M&A loans may only be provided by commercial banks established in China: a qualified bank shall be a duly registered and validly existing PRC legal person. This includes domestic commercial banks, local subsidiaries of foreign banks and joint-venture commercial banks, but excludes PRC branches of foreign banks.

Under the Guidelines, no separate approval or licence is required by a commercial bank before it undertakes M&A lending but the bank must have:

• a well-established risk management and effective internal control system;

• special loan-loss reserve of no less than 100%;

• capital adequacy ratio of 10% or higher;

• general reserve balance of no less than 1% of the total loans outstanding for the same period; and

• a professional team with experience in due diligence and risk assessment on M&A loans.

BORROWER REQUIREMENTS

M&A loans can only be extended to a “domestic enterprise” or its wholly-owned or majority-holding “subsidiary” that is established specifically for merger or acquisition purposes and is not expected to engage in other business.

The extent of “domestic enterprises”, technically speaking, shall include any foreign invested enterprise (FIE), comprising joint ventures and wholly foreign-owned enterprises. However, the requirement under the Guidelines to obtain approval from relevant governmental authorities and to comply with M&A and other rules may bring an obstacle to FIEs in obtaining M&A financing. It is further required that “either 'industry nexus' or 'strategy nexus' must emerge between the acquirer and the target. And an acquirer must be able to improve its core competitiveness through the proposed transaction by acquiring strategic resources such as R&D capability, key technology and techniques, trademarks, royalty rights and, supply and distribution networks.” This leads to an uncertainty as to whether foreign invested holding companies and private equity funds could benefit from the Guidelines.

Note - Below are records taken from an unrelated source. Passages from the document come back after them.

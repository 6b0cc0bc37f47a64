import type { ClientListQueryInput } from '@shared/schemas/client';

/** Query keys of clients; everything under `all` is invalidated when a client changes. */
export const clientKeys = {
  all: ['clients'] as const,
  lists: () => [...clientKeys.all, 'list'] as const,
  list: (query: ClientListQueryInput) => [...clientKeys.lists(), query] as const,
  details: () => [...clientKeys.all, 'detail'] as const,
  detail: (id: number) => [...clientKeys.details(), id] as const,
};
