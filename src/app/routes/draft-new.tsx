import { useQuery } from '@tanstack/react-query';
import { useNavigate, useSearchParams } from 'react-router';
import { Alert } from '@/components/ui/alert';
import { ButtonLink } from '@/components/ui/button';
import { PageHeader } from '@/components/ui/page-header';
import { paths } from '@/config/paths';
import { isOwner, useMember } from '@/features/auth/hooks/use-member';
import { useClients } from '@/features/clients/api/get-clients';
import { NewDraftForm } from '@/features/drafts/components/new-draft-form';
import { useFabrics } from '@/features/fabrics/api/get-fabrics';
import { measurementSetsQueryOptions } from '@/features/measurements/api/get-measurement-sets';
import { useDisplayUnit } from '@/lib/unit';

function clientParam(raw: string | null): number | null {
  const id = Number(raw);
  return Number.isInteger(id) && id > 0 ? id : null;
}

function takenOn(iso: string): string {
  return new Date(iso).toLocaleDateString(undefined, { day: 'numeric', month: 'short', year: 'numeric' });
}

/** Starting a draft: client → block → style → fabric; creating it opens the workspace. */
export function DraftNewRoute() {
  const me = useMember();
  const unit = useDisplayUnit();
  const navigate = useNavigate();
  const [search, setSearch] = useSearchParams();
  const clientId = clientParam(search.get('client'));
  const clients = useClients({ status: 'active', sort: 'name', order: 'asc', pageSize: 100 });
  const fabrics = useFabrics({ sort: 'name', order: 'asc', pageSize: 100 });
  const sets = useQuery({ ...measurementSetsQueryOptions(clientId ?? 0), enabled: clientId !== null });

  if (!isOwner(me)) {
    return (
      <Alert tone="info" title="Only the studio’s owner starts drafts">
        Approved drafts appear in the work queue for cutting.
        <ButtonLink compact className="mt-2" to={paths.queue.href()}>
          Open the work queue
        </ButtonLink>
      </Alert>
    );
  }

  const setOptions =
    clientId !== null && sets.data
      ? sets.data.items.filter((s) => s.isCurrent).map((s) => ({ id: s.id, label: `Fitting of ${takenOn(s.takenAt)}` }))
      : [];

  return (
    <div>
      <PageHeader
        title="New draft"
        description="Choose the client, the block to draft from, a style and a fabric. The workspace opens with the pattern drawn; adjust it there."
      />
      {(clients.isError || fabrics.isError) && (
        <Alert tone="error" className="mb-4">
          {clients.error?.message ?? fabrics.error?.message}
        </Alert>
      )}
      {fabrics.data && fabrics.data.items.length === 0 && (
        <Alert tone="info" className="mb-4" title="No fabrics yet">
          Add the knit you will cut, with its stretch, before drafting: the stretch sets the negative ease.
          <ButtonLink compact className="mt-2" to={paths.fabricNew.href()}>
            Add a fabric
          </ButtonLink>
        </Alert>
      )}
      <NewDraftForm
        clientId={clientId}
        clients={(clients.data?.items ?? []).map((c) => ({ id: c.id, name: c.name }))}
        onClientChange={(id) => setSearch(id === null ? {} : { client: String(id) }, { replace: true })}
        fabrics={(fabrics.data?.items ?? []).map((f) => ({ id: f.id, name: f.name, detail: `${f.stretchCrosswise} % stretch` }))}
        measurementSets={setOptions}
        unit={unit}
        onCreated={(draft) => void navigate(paths.draft.href(draft.id))}
      />
    </div>
  );
}
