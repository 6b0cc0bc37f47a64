import { useState } from 'react';
import type { PhotoView } from '@shared/schemas/photo';
import { Alert } from '@/components/ui/alert';
import { Button } from '@/components/ui/button';
import { Dialog } from '@/components/ui/dialog';
import { useDeletePhoto } from '../api/delete-photo';
import { KIND_LABEL, bytesFormat, dayFormat } from '../lib/photo-labels';

export interface PhotoViewerProps {
  photo: PhotoView | null;
  clientId: number;
  canDelete: boolean;
  onClose: () => void;
}

export function photoAlt(photo: PhotoView): string {
  return `${KIND_LABEL[photo.kind]} view, ${dayFormat(photo.takenOn)}`;
}

/** One photo at full size in a modal dialog, with its details; owners may delete it after a second click. */
export function PhotoViewer({ photo, clientId, canDelete, onClose }: PhotoViewerProps) {
  const [confirming, setConfirming] = useState(false);
  const remove = useDeletePhoto(clientId, { onSuccess: () => close() });

  function close() {
    setConfirming(false);
    remove.reset();
    onClose();
  }

  return (
    <Dialog
      open={photo !== null}
      onClose={close}
      title={photo ? photoAlt(photo) : ''}
      className="max-w-4xl!"
      description={
        photo && (
          <span className="num">
            {photo.width} × {photo.height} px · {bytesFormat(photo.bytes)} · added by {photo.uploadedBy.name}
          </span>
        )
      }
      footer={
        <>
          {canDelete && !confirming && (
            <Button variant="ghost" onClick={() => setConfirming(true)}>
              Delete photo
            </Button>
          )}
          {canDelete && confirming && (
            <Button variant="danger" onClick={() => photo && remove.mutate(photo.id)} pending={remove.isPending} pendingLabel="Deleting…">
              Delete this photo for good
            </Button>
          )}
          <Button variant="primary" onClick={close}>
            Close
          </Button>
        </>
      }
    >
      {photo && (
        <div className="flex flex-col gap-3">
          <img
            src={photo.fullUrl}
            alt={photoAlt(photo)}
            width={photo.width}
            height={photo.height}
            className="mx-auto h-auto max-h-[65vh] w-auto max-w-full rounded-md bg-surface object-contain"
            data-testid="photo-full"
          />
          {remove.isError && <Alert tone="error" title="Not deleted">{remove.error.message}</Alert>}
        </div>
      )}
    </Dialog>
  );
}
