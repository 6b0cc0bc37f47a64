import { Link, useNavigate } from 'react-router';
import { paths } from '@/config/paths';
import { AuthCard } from '@/features/auth/components/auth-card';
import { SignUpForm } from '@/features/auth/components/sign-up-form';

export { signedOutLoader as signUpLoader } from '@/features/auth/lib/route-guards';

export function SignUpRoute() {
  const navigate = useNavigate();
  return (
    <AuthCard
      title="Create a studio account"
      description="You become the studio's owner: you set its defaults and manage its members."
      footer={
        <>
          Already have an account?{' '}
          <Link to={paths.signIn.href()} className="font-medium text-accent underline underline-offset-2 hover:text-accent-strong">
            Sign in
          </Link>
        </>
      }
    >
      <SignUpForm onSignedUp={() => void navigate(paths.home.href(), { replace: true })} />
    </AuthCard>
  );
}
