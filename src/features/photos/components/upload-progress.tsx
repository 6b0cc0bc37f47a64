/** How much of an upload has been sent, as a bar and as words. */
export function UploadProgress({ fraction, label = 'Uploading' }: { fraction: number; label?: string }) {
  const pct = Math.round(Math.min(1, Math.max(0, fraction)) * 100);
  return (
    <div className="flex flex-col gap-1.5" data-testid="upload-progress">
      <div className="flex justify-between text-sm">
        <span>{pct < 100 ? `${label}…` : 'Processing the photo…'}</span>
        <span className="num font-medium">{pct} %</span>
      </div>
      <div
        role="progressbar"
        aria-label={`${label} progress`}
        aria-valuemin={0}
        aria-valuemax={100}
        aria-valuenow={pct}
        className="h-2.5 w-full overflow-hidden rounded-full bg-surface ring-1 ring-line"
      >
        <div className="h-full rounded-full bg-accent transition-[width]" style={{ width: `${pct}%` }} />
      </div>
    </div>
  );
}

It is not yet clear whether the “subsidiary” extends to an offshore special-purpose company. If it does, the Guidelines will have a greater-than-expected effect on stimulating the revival of round-tripping investments by means of acquisition and the use of tax-haven vehicles in domestic and offshore acquisitions.

LENDING REQUIREMENTS

The Guidelines emphasise that M&A financing is a special form of financing and therefore requires a much closer risk assessment and greater due diligence.

As provided in Article 8 of the Guidelines, in determining whether or not to extend an M&A loan, banks are required to use a financial model to evaluate potential risks (including strategic, legal and compliance, integration, operating and financial risks) and to the extent that any cross-border transactions are involved in an M&A loan, country-specific, foreign exchange-rate and fund-transiting risks shall also be analysed.

CBRC requires that, for commercial banks providing M&A loans:

• the loan shall not exceed 50% of the total funds sourced for merger or acquisition;

• all the outstanding loans extended to a single borrower in a period shall not exceed 5% of the bank's net core capital during the same period;

• the term of an M&A loan shall not exceed five years; and

• the borrower should provide adequate security for the loan, such as mortgage over assets, pledge over shares, or third party guarantees.

The Guidelines also welcome complex documentation to govern M&A loans, which may include obligations posed on the borrower of financial covenants, mandatory prepayment with excess cash flow, change of control, restrictions on substantial asset disposal and so on. It is expected that this will lead to more sophisticated financing documents.

CONCLUSION

The Guidelines are noteworthy for breaking through the prohibition of M&A financing posed since the promulgation of the Lending General Provisions in 1996 and will theoretically facilitate the domestic M&A market. However, given the strict requirements of extensive risk assessment and due diligence exercise, it remains to be seen how the banks will implement the new rules and whether the benefits of the Guidelines will promote M&A transactions in practice.